| Problem requirements |
Count the lines below that contain the word "draws", and give only that number.
*** Material for the task ***
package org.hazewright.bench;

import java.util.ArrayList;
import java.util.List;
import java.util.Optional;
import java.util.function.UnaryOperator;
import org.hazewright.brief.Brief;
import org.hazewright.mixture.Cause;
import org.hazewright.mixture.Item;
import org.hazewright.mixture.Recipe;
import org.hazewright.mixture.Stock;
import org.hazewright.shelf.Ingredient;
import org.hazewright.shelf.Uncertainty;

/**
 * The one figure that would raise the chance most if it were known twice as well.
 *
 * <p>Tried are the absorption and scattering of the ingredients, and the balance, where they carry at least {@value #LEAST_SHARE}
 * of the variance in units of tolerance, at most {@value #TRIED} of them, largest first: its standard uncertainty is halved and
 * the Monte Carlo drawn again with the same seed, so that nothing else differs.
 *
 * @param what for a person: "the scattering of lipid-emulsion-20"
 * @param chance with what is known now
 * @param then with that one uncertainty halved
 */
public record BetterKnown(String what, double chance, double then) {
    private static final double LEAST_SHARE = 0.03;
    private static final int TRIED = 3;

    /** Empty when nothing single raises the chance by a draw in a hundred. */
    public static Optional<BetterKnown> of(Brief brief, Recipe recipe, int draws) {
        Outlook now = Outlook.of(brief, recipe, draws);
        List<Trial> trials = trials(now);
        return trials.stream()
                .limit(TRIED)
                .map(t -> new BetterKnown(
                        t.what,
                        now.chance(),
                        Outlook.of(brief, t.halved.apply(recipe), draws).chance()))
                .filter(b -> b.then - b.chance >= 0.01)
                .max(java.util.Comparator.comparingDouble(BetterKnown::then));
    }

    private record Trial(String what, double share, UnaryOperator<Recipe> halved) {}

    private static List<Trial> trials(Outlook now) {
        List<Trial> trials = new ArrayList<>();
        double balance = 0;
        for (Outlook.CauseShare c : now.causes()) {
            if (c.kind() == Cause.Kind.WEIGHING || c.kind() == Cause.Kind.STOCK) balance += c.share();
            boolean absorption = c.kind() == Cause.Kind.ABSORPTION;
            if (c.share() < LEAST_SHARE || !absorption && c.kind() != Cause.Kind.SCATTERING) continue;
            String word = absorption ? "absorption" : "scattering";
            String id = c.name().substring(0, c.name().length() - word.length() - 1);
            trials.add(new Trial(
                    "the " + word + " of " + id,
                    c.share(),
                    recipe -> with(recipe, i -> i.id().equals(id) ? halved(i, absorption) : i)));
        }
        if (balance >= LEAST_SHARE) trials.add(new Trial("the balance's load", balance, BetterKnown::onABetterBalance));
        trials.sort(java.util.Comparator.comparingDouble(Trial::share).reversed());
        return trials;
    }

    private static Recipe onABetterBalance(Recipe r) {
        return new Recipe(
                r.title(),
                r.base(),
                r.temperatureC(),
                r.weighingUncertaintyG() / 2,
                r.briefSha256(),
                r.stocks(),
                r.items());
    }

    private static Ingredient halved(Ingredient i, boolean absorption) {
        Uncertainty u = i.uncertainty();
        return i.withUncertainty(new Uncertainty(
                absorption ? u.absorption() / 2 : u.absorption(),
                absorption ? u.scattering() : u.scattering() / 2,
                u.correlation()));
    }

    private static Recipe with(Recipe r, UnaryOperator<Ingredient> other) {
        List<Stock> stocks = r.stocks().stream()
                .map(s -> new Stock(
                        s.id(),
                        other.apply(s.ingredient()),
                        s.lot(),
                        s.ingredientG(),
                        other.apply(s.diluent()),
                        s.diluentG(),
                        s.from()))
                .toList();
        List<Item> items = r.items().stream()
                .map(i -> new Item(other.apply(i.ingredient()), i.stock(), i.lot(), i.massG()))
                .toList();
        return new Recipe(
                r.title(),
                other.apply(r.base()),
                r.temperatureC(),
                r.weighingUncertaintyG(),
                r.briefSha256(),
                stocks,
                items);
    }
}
***
| Expected answer |
3